Paydirekt, the German rival to Paypal, aims to increase its user base seven-fold by the end of 2017, increasing to 7 million registered users from its current one million, according to internal documents seen by Handelsblatt.
The online payment service has had an underwhelming first year of existence. Established as a cooperative venture by most German banks in late 2015, the online payment service has been slow to develop a user base, and continues to be dwarfed by Paypal, its better-known competitor.
So far, the German service has attracted only 730 online retailers, few of them well known. According to Handelsblatt’s sources, less than 100,000 payments were made with the service in 2016.
Paypal currently has almost 19 million active users in Germany, and can be used to pay more than 50,000 online retailers. The U.S. company does not issue country-specific transfer data, but to judge by international trends, there could potentially have been as many as 500 million German Paypal transactions last year.
Paydirekt’s owners say the service needs time to grow, hoping smartphone functionality may provide a much-needed boost.
Although low on users, Paydirekt enjoys considerable institutional support.
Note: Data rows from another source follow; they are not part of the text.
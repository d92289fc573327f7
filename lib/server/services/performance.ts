import "server-only";
import { and, asc, eq } from "drizzle-orm";
import type { Database } from "@/db";
import { jobPerformance, jobs, passbandSweeps, radioSets } from "@/db/schema";
import type { TxContext } from "@/db/transaction";
import type { SetProfile } from "@/lib/engine/checklist/profile";
import { distinctIfs } from "@/lib/engine/checklist/profile";
import { buildPassbandSection, type StoredSweep } from "@/lib/engine/certificates/performance-section";
import { isEngineError } from "@/lib/engine/engine-error";
import { STATE_LABEL, type JobState } from "@/lib/engine/jobs/states";
import {
  analyseDiscriminator,
  analysePassband,
  type DiscriminatorPoint,
  type DiscriminatorResult,
  type PassbandPoint,
  type PassbandResult,
} from "@/lib/engine/passband";
import {
  defaultPerformanceSetup,
  listPerformanceReadings,
  performanceConditionsSchema,
  type PerformanceRequirement,
  type PerformanceSetup,
} from "@/lib/engine/performance";
import { readingValueProblem } from "@/lib/engine/verdicts";
import { audit } from "@/lib/server/audit";
import { AppError } from "@/lib/server/errors";
import { checkProfile } from "@/lib/server/services/estimates";
import type { PassbandSweepInput, PerformanceUpdate } from "@/lib/validation/performance";

// Performance readings and IF sweeps are taken while the set is on the bench, as the other readings are.
const PERFORMANCE_STATES: readonly JobState[] = ["on_bench", "bench_revision", "final_checks"];

/** The job's setup; a job never opted in has the default (off, usual conditions, no figures). */
export async function loadPerformanceSetup(tx: Database, jobId: string): Promise<PerformanceSetup> {
  const [row] = await tx.select().from(jobPerformance).where(eq(jobPerformance.jobId, jobId)).limit(1);
  if (!row) return defaultPerformanceSetup;
  const conditions = performanceConditionsSchema.safeParse(row.conditions);
  const figures = Object.fromEntries(Object.entries(row.figures ?? {}).filter(([, v]) => typeof v === "number" && Number.isFinite(v)));
  return { enabled: row.enabled, conditions: conditions.success ? conditions.data : defaultPerformanceSetup.conditions, figures };
}

/** The performance readings this job offers: none unless the technician opted in. */
export async function performanceRequirementsFor(
  tx: Database,
  jobId: string,
  profile: SetProfile | null,
): Promise<{ setup: PerformanceSetup; requirements: PerformanceRequirement[] }> {
  const setup = await loadPerformanceSetup(tx, jobId);
  return { setup, requirements: profile ? listPerformanceReadings(profile, setup) : [] };
}

async function lockJob(tx: Database, jobId: string) {
  const [row] = await tx
    .select({ job: jobs, set: radioSets })
    .from(jobs)
    .innerJoin(radioSets, eq(radioSets.id, jobs.setId))
    .where(eq(jobs.id, jobId))
    .for("update", { of: jobs })
    .limit(1);
  if (!row) throw new AppError("not_found", "That job was not found.");
  if (!PERFORMANCE_STATES.includes(row.job.state)) {
    throw new AppError(
      "invalid_transition",
      `You cannot record performance readings while the job is "${STATE_LABEL[row.job.state].staff}".`,
    );
  }
  const profile = checkProfile(row.set.profile);
  if (!profile.ok) throw new AppError("conflict", "The set profile is incomplete: finish it in Triage first.");
  return { job: row.job, profile: profile.profile };
}

/** Opts the job in or out, sets the conditions and enters or takes away service figures. */
export async function updatePerformance(
  ctx: TxContext,
  { jobId, actorId, input }: { jobId: string; actorId: string; input: PerformanceUpdate },
) {
  const { profile } = await lockJob(ctx.tx, jobId);
  const before = await loadPerformanceSetup(ctx.tx, jobId);
  const conditions = input.conditions ?? before.conditions;
  // Figures are checked against every reading this set kind offers, whatever the opt-in says now.
  const offered = new Map(listPerformanceReadings(profile, { enabled: true, conditions, figures: {} }).map((r) => [r.key, r]));
  const figures = { ...before.figures };
  const fields: Record<string, string> = {};
  for (const [key, value] of Object.entries(input.figures ?? {})) {
    const r = offered.get(key);
    if (!r) {
      fields[`figures.${key}`] = "This set does not offer that performance reading.";
      continue;
    }
    if (value === null) {
      delete figures[key];
      continue;
    }
    const problem = readingValueProblem(r, value);
    if (problem) fields[`figures.${key}`] = `Service figure: ${problem}`;
    else figures[key] = value;
  }
  if (Object.keys(fields).length) throw new AppError("invalid_input", Object.values(fields)[0]!, fields);
  const values = {
    enabled: input.enabled,
    conditions: conditions as Record<string, unknown>,
    figures,
    updatedBy: actorId,
    updatedAt: new Date(),
  };
  await ctx.tx
    .insert(jobPerformance)
    .values({ jobId, ...values })
    .onConflictDoUpdate({ target: jobPerformance.jobId, set: values });
  await audit(ctx, {
    actorId,
    action: "performance.setup",
    entity: "job",
    entityId: jobId,
    before: { enabled: before.enabled, figures: before.figures },
    after: { enabled: input.enabled, figures },
  });
  return { enabled: input.enabled, conditions, figures };
}

export type SweepView =
  | { curve: "response"; ifKHz: number; method: "sweep" | "generator"; points: PassbandPoint[]; result: PassbandResult; recordedAt: string }
  | {
      curve: "discriminator";
      ifKHz: number;
      method: "sweep" | "generator";
      points: DiscriminatorPoint[];
      linearityPercent?: number;
      result: DiscriminatorResult;
      recordedAt: string;
    };

/** The IF strips a set can be swept on: every distinct IF, and the discriminator on an FM strip. */
export function sweepStrips(profile: SetProfile): { ifKHz: number; curves: ("response" | "discriminator")[] }[] {
  return distinctIfs(profile.bands).map(({ ifKHz, kind }) => ({
    ifKHz,
    curves: kind === "FM" ? ["response", "discriminator"] : ["response"],
  }));
}

/** Stores one strip's sweep (replacing the last), after the engine has read it; no points takes it away. */
export async function savePassbandSweep(
  ctx: TxContext,
  { jobId, actorId, input }: { jobId: string; actorId: string; input: PassbandSweepInput },
) {
  const { profile } = await lockJob(ctx.tx, jobId);
  const setup = await loadPerformanceSetup(ctx.tx, jobId);
  if (!setup.enabled) {
    throw new AppError("conflict", "Turn on performance readings for this job before recording an IF sweep.", {
      enabled: "Performance readings are off for this job.",
    });
  }
  const strip = sweepStrips(profile).find((s) => s.ifKHz === input.ifKHz);
  if (!strip) {
    const known = sweepStrips(profile)
      .map((s) => `${s.ifKHz} kHz`)
      .join(", ");
    throw new AppError("invalid_input", `This set has no IF of ${input.ifKHz} kHz (its IFs: ${known}).`, { ifKHz: `One of ${known}.` });
  }
  if (!strip.curves.includes(input.curve)) {
    throw new AppError("invalid_input", "A discriminator curve is swept on an FM strip only.", { curve: "Only on an FM strip." });
  }
  const where = and(eq(passbandSweeps.jobId, jobId), eq(passbandSweeps.ifKHz, input.ifKHz), eq(passbandSweeps.curve, input.curve));
  if (input.points.length === 0) {
    await ctx.tx.delete(passbandSweeps).where(where);
    await audit(ctx, {
      actorId,
      action: "passband.clear",
      entity: "job",
      entityId: jobId,
      after: { ifKHz: input.ifKHz, curve: input.curve },
    });
    return { ifKHz: input.ifKHz, curve: input.curve, cleared: true as const };
  }
  let result: PassbandResult | DiscriminatorResult;
  try {
    result = input.curve === "response" ? analysePassband(input.points) : analyseDiscriminator(input.points, input.linearityPercent);
  } catch (e) {
    if (isEngineError(e)) throw new AppError("invalid_input", e.message, { [e.field ?? "points"]: e.message });
    throw e;
  }
  const points =
    input.curve === "response"
      ? [...input.points].sort((a, b) => a.offsetKHz - b.offsetKHz).map((p) => ({ offsetKHz: p.offsetKHz, db: p.db }))
      : [...input.points].sort((a, b) => a.offsetKHz - b.offsetKHz).map((p) => ({ offsetKHz: p.offsetKHz, volts: p.volts }));
  const values = {
    method: input.method,
    points: points as Record<string, number>[],
    linearityPercent: input.curve === "discriminator" ? (input.linearityPercent ?? null) : null,
    recordedBy: actorId,
    recordedAt: new Date(),
  };
  await ctx.tx
    .insert(passbandSweeps)
    .values({ jobId, ifKHz: input.ifKHz, curve: input.curve, ...values })
    .onConflictDoUpdate({ target: [passbandSweeps.jobId, passbandSweeps.ifKHz, passbandSweeps.curve], set: values });
  await audit(ctx, {
    actorId,
    action: "passband.record",
    entity: "job",
    entityId: jobId,
    after: { ifKHz: input.ifKHz, curve: input.curve, method: input.method, points: points.length },
  });
  return { ifKHz: input.ifKHz, curve: input.curve, cleared: false as const, result };
}

/** The stored sweeps as the engine reads them. */
export async function loadSweeps(tx: Database, jobId: string): Promise<(StoredSweep & { recordedAt: Date })[]> {
  const rows = await tx
    .select()
    .from(passbandSweeps)
    .where(eq(passbandSweeps.jobId, jobId))
    .orderBy(asc(passbandSweeps.ifKHz), asc(passbandSweeps.curve));
  return rows.map((r) => {
    if (r.curve === "response") {
      return {
        curve: "response" as const,
        ifKHz: r.ifKHz,
        method: r.method,
        points: r.points.map((p) => ({ offsetKHz: Number(p.offsetKHz), db: Number(p.db) })),
        recordedAt: r.recordedAt,
      };
    }
    return {
      curve: "discriminator" as const,
      ifKHz: r.ifKHz,
      method: r.method,
      points: r.points.map((p) => ({ offsetKHz: Number(p.offsetKHz), volts: Number(p.volts) })),
      ...(r.linearityPercent !== null ? { linearityPercent: r.linearityPercent } : {}),
      recordedAt: r.recordedAt,
    };
  });
}

export function sweepViews(sweeps: readonly (StoredSweep & { recordedAt: Date })[]): SweepView[] {
  return sweeps.map((s) =>
    s.curve === "response"
      ? { ...s, result: analysePassband(s.points), recordedAt: s.recordedAt.toISOString() }
      : { ...s, result: analyseDiscriminator(s.points, s.linearityPercent), recordedAt: s.recordedAt.toISOString() },
  );
}

/** For the certificate: the passband section of the job's stored sweeps, when any. */
export async function passbandSectionFor(tx: Database, jobId: string) {
  return buildPassbandSection(await loadSweeps(tx, jobId));
}
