import "server-only";
import { eq } from "drizzle-orm";
import { db, type Database } from "@/db";
import { shopSettings } from "@/db/schema";
import { defaultShopPolicy, shopPolicySchema, type ShopPolicy } from "@/lib/engine/shop-policy";

export type Shop = {
  name: string;
  addressLines: string[];
  phone: string;
  email: string;
  policy: ShopPolicy;
  version: number;
  warrantyTerms: Record<string, unknown>;
};

// The shop's identity and policy as stored; a damaged policy falls back to the defaults field by field.
export async function getShop(tx: Database = db): Promise<Shop> {
  const [row] = await tx.select().from(shopSettings).where(eq(shopSettings.id, "shop")).limit(1);
  if (!row)
    return {
      name: "Kestrel Lane Wireless",
      addressLines: [],
      phone: "",
      email: "",
      policy: defaultShopPolicy,
      version: 0,
      warrantyTerms: {},
    };
  const parsed = shopPolicySchema.safeParse({ ...defaultShopPolicy, ...row.policy });
  return {
    name: row.name,
    addressLines: row.addressLines,
    phone: row.phone,
    email: row.email,
    policy: parsed.success ? parsed.data : defaultShopPolicy,
    version: row.version,
    warrantyTerms: row.warrantyTerms,
  };
}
It was established in 2015 by a number of German banks, including Deutsche Bank and Commerzbank, as well as the country’s network of cooperative banks. It has since been joined by Germany’s network of savings banks, providing a substantial potential user base.
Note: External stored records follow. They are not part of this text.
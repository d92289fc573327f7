import { route } from "@/lib/api";
import { getPortalJobView } from "@/lib/services/portal-view";
import { idFrom } from "../../_lib/ids";

// GET /api/portal/jobs/:id — timeline, photos, current estimate, payments and what is due.
export const GET = route<{ id: string }>({ permission: "portal.use" }, async ({ viewer, params }) => {
  return getPortalJobView({ jobId: idFrom(params.id), customerId: viewer.id });
});
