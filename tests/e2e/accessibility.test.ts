import type { Browser, Page } from "playwright-core";
import { afterAll, beforeAll, describe, expect, it } from "vitest";
import { DEMO } from "../support/accounts";
import { axeViolations, describeViolations } from "../support/axe";
import { launchBrowser, newContext, signInPage } from "../support/browser";

let browser: Browser;
beforeAll(async () => {
  browser = await launchBrowser();
});
afterAll(async () => {
  await browser?.close();
});

// Every page in its main state, per audience. Pages with ids are reached by following the first link of a list.
const AUDIENCES: { who: string; login?: { email: string; password: string }; pages: string[]; follow?: { from: string; link: RegExp }[] }[] = [
  { who: "anonymous", pages: ["/", "/sign-in", "/sign-up", "/reset-password", "/verify", "/mailbox"] },
  { who: "set owner", login: DEMO.customer, pages: ["/portal"] },
  { who: "technician", login: DEMO.tech, pages: ["/bench"] },
  { who: "shop owner", login: DEMO.owner, pages: ["/office", "/office/staff"] },
];

async function check(page: Page, path: string) {
  await page.goto(path);
  await page.waitForLoadState("load");
  const violations = await axeViolations(page);
  expect(violations, `${path}\n${describeViolations(violations)}`).toEqual([]);
}

describe("accessibility (axe-core, WCAG 2.2 AA tags)", () => {
  for (const a of AUDIENCES) {
    it(`has no violations on the ${a.who} pages`, async () => {
      const ctx = await newContext(browser);
      const page = await ctx.newPage();
      if (a.login) await signInPage(page, a.login.email, a.login.password);
      for (const path of a.pages) await check(page, path);
      for (const f of a.follow ?? []) {
        await page.goto(f.from);
        const href = await page.getByRole("link", { name: f.link }).first().getAttribute("href");
        if (href) await check(page, href);
      }
      await ctx.close();
    });
  }
});
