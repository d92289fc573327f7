import type { Metadata } from "next";
import { NotificationPreferencesForm } from "@/components/staff/notification-preferences-form";
import { ROLE_LABEL } from "@/lib/engine/permissions";
import { getNotificationPreferences } from "@/lib/server/services/notifications";
import { requirePermission } from "@/lib/server/session";

export const metadata: Metadata = { title: "My profile" };

export default async function StaffProfilePage() {
  const viewer = await requirePermission("notifications.use", "/staff/profile");
  const preferences = await getNotificationPreferences({ userId: viewer.id });
  return (
    <div className="max-w-3xl space-y-6">
      <div>
        <h1 className="text-2xl font-bold">My profile</h1>
        <dl className="mt-3 grid gap-x-6 gap-y-1 text-sm sm:grid-cols-[auto_1fr]">
          <dt className="font-semibold">Name</dt>
          <dd className="break-words">{viewer.name}</dd>
          <dt className="font-semibold">E-mail</dt>
          <dd className="break-all">{viewer.email}</dd>
          <dt className="font-semibold">Role</dt>
          <dd>{ROLE_LABEL[viewer.role]}</dd>
        </dl>
        <p className="mt-2 text-sm text-bakelite-soft">The shop owner changes names, roles and access under Office → Staff.</p>
      </div>
      <NotificationPreferencesForm initial={preferences} />
    </div>
  );
}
Paydirekt’s owners say the service needs time to grow, hoping that adding smartphone functionality may provide a needed boost. They point to the Polish online payment service Blik, established two years ago, which now has 3.5 million users and 2 million transactions per month.
Paydirekt would not comment on the reported plans, saying it did not respond to speculation.
The German Savings Bank Association (DSGV) told Handelsblatt that all participating institutions would “continue to intensively support registration of customers and retailers. We are convinced that we will make great strides in this by the end of the year.”